Whilst it may have come as a shock and the initial knee jerk reaction from some is one of panic, what does it actually mean for the London housing market.

Firstly, we need to be very careful about how we translate the media, bad news sells and there will be plenty of that in the coming months as they try to convince us this is the worst thing since World War Two. In terms of the share markets which are plastered all over the media, the whizz kids got it wrong as did the bookies, they all thought we were certain to remain, and that had effectively been factored into the markets, so we were bound to see a correction on the surprise news. However, we know the economy and banks are in a good position which means lending will continue and the vast majority of us do not have to worry about losing our jobs.

What does all this mean for the housing market, specifically the London market. It had already started to cool and we may well see a more prolonged period of that with prices probably stalling, but that can only be a good thing in my opinion. We needed a slow down with the increases experienced over the last five years, but that doesn't mean prices will go backwards and if they do, I very much doubt it will be a noticeable shift. Yes, there will always be the odd person that panics in an uncertain market which will potentially create opportunities for savvy buyers and investors but as in 2008, they were few and far between. .

"History tells us the UK housing market is rather robust when faced with uncertainty"
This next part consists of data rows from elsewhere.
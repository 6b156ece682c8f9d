package lamella.io.exchange;

import static org.junit.jupiter.api.Assertions.assertArrayEquals;
import static org.junit.jupiter.api.Assertions.assertEquals;
import static org.junit.jupiter.api.Assertions.assertThrows;
import static org.junit.jupiter.api.Assertions.assertTrue;

import java.io.IOException;
import java.nio.charset.StandardCharsets;
import java.nio.file.Files;
import java.nio.file.Path;
import java.util.List;
import lamella.api.InputException;
import lamella.api.data.Dataset;
import org.junit.jupiter.api.Test;
import org.junit.jupiter.api.io.TempDir;
import org.junit.jupiter.params.ParameterizedTest;
import org.junit.jupiter.params.provider.CsvSource;

/** The exchange format, version 1, as the README specifies it: what it reads, and every way a file can be wrong. */
class ExchangeImporterTest {

    static final String TDTR = """
            lamella-exchange 1
            # invented example
            technique: tdtr
            modulation_hz: 9e6
            repetition_hz: 7.6e7
            pump_radius_m: 1e-5
            sample: FH-0417
            date: 2024-05-12T14:03:00Z
            lab.stage: long
            x: delay_s
            signal_unit: uV
            channels: in_phase out_of_phase sigma_in_phase sigma_out_of_phase
            scan 1
            -1e-11 1.0 -2.0 0.1 0.1
            1e-10 3.0 -2.0 0.1 0.1
            scan 2
            -1e-11 1.2 -2.2 0.1 0.1
            1e-10 3.2 -2.2 0.1 0.1
            end
            """;

    @TempDir
    Path dir;
    private final ExchangeImporter importer = new ExchangeImporter();

    private Path file(String text) throws IOException {
        Path f = dir.resolve("scan.lx");
        Files.writeString(f, text, StandardCharsets.UTF_8);
        return f;
    }

    @Test
    void readsMetadataScansAndStandardDeviationsInVolts() throws Exception {
        Dataset d = importer.read(file(TDTR));
        assertEquals("delay_s", d.xColumn());
        assertEquals(2, d.scans().size());
        assertEquals(List.of("in_phase", "out_of_phase"), d.signalColumns());
        assertArrayEquals(new double[] {1.2e-6, 3.2e-6}, d.scans().get(1).signals().get("in_phase"), 1e-18);
        assertArrayEquals(new double[] {1e-7, 1e-7}, d.scans().get(0).sigmas().get("out_of_phase"), 1e-19);
        assertEquals("FH-0417", d.metadata().get("sample"));
        assertEquals("9e6", d.metadata().get("modulation_hz"));
        assertEquals("long", d.metadata().get("lab.stage"));
        assertArrayEquals(new int[] {17, 18}, d.scans().get(1).lines());
    }

    @Test
    void amplitudeAndPhaseChannelsForFrequencyData() throws Exception {
        Dataset d = importer.read(file("lamella-exchange 1\ntechnique: fdtr\nx: frequency_hz\n"
                + "channels: amplitude phase_deg\nscan 1\n1e3 1e-6 -10\n1e4 0.5e-6 -20\nend\n"));
        assertEquals(List.of("amplitude", "phase_deg"), d.signalColumns());
        assertArrayEquals(new double[] {-10, -20}, d.scans().get(0).signals().get("phase_deg"), 0);
    }

    @ParameterizedTest(name = "{0}")
    @CsvSource(delimiter = '|', textBlock = """
            cut short           | scan 2\\n-1e-11 1.2 -2.2 0.1 0.1\\n                  | scan.lx:17: the file ends without its closing 'end' line
            cut in a row        | scan 2\\n-1e-11 1.2 -2.2 0.1                         | scan.lx:17: has 4 numbers; expected 5
            scans out of order  | scan 3\\n-1e-11 1.2 -2.2 0.1 0.1\\nend\\n            | scan.lx:16: 'scan 3': scans are numbered 1, 2, … in order; expected 'scan 2'
            text after end      | scan 2\\n-1e-11 1.2 -2.2 0.1 0.1\\nend\\nmore\\n     | scan.lx:19: 'more' after the closing 'end' line
            """)
    void damagedTailsAreFound(String what, String tail, String expected) throws IOException {
        String head = TDTR.substring(0, TDTR.indexOf("scan 2"));
        String message = error(head + tail.replace("\\n", "\n"));
        assertTrue(message.substring(message.indexOf("scan.lx")).startsWith(expected), what + ": " + message);
    }

    @ParameterizedTest(name = "{0}")
    @CsvSource(delimiter = '|', textBlock = """
            another format   | lamella-exchange 1 | other 1                 | scan.lx:1: expected the version line 'lamella-exchange 1' first
            newer version    | lamella-exchange 1 | lamella-exchange 2      | scan.lx:1: version '2'; this Lamella reads version 1
            misspelt key     | sample: FH-0417    | sampel: FH-0417         | scan.lx:7: unknown key 'sampel' (did you mean 'sample'?)
            bad date         | 2024-05-12T14:03:00Z | 12/05/2024            | scan.lx:8: date '12/05/2024'; expected ISO 8601
            zero modulation  | modulation_hz: 9e6 | modulation_hz: 0        | scan.lx:4: modulation_hz is 0; expected a positive number
            bad technique    | technique: tdtr    | technique: sstr         | scan.lx:3: technique 'sstr'; expected tdtr or fdtr
            missing setting  | repetition_hz: 7.6e7 | # no repetition rate  | scan.lx:13: the metadata block of a tdtr file needs 'repetition_hz'
            wrong x          | x: delay_s         | x: frequency_hz         | scan.lx:10: x is 'frequency_hz'; a tdtr file has x: delay_s
            bad unit         | signal_unit: uV    | signal_unit: furlong    | scan.lx:11: signal_unit: unknown unit 'furlong' for a lock-in signal
            half a pair      | channels: in_phase out_of_phase sigma_in_phase sigma_out_of_phase | channels: in_phase sigma_in_phase | scan.lx:12: channels [in_phase]; expected one pair
            orphan sigma     | channels: in_phase out_of_phase sigma_in_phase sigma_out_of_phase | channels: in_phase out_of_phase sigma_phase_deg sigma_in_phase | scan.lx:12: sigma_phase_deg without its channel
            repeated key     | lab.stage: long    | sample: again           | scan.lx:9: sample is stated twice (also on line 7)
            """)
    void badHeadersAreNamedAtTheirLine(String what, String original, String replacement, String expected)
            throws IOException {
        String message = error(TDTR.replace(original, replacement));
        assertTrue(message.substring(message.indexOf("scan.lx")).startsWith(expected), what + ": " + message);
    }

    @Test
    void onlyAFileThatDeclaresTheFormatIsClaimed() throws IOException {
        Path f = file(TDTR);
        assertEquals(1.0, importer.confidence(f, Files.readAllBytes(f)));
        assertEquals(0.0, importer.confidence(f, "f (Hz),phase (deg)\n".getBytes(StandardCharsets.UTF_8)));
        assertEquals(0.0, importer.confidence(f, new byte[0]));
    }

    private String error(String text) throws IOException {
        Path f = file(text);
        return assertThrows(InputException.class, () -> importer.read(f)).getMessage();
    }
}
Interest rates don't appear to be going anywhere other than down so unlike the last major crash back in the late 80s when interest rates were up in the mid teens, no one will be forced to sell in this market, which means we are unlikely to see much in the way of panic selling. Of course, owner occupiers will need to move for various reasons, school, work, family size etc, any slight correction to prices for them will be a good thing, typically when we scale up we spend more on the purchase than what we sell for, (5% on £500,000 is more than 5% on £350,000) you can work out the maths!! Furthermore, investors are in it for the long haul and unless interest rates are hiked up there will be no influx of property to the market from them.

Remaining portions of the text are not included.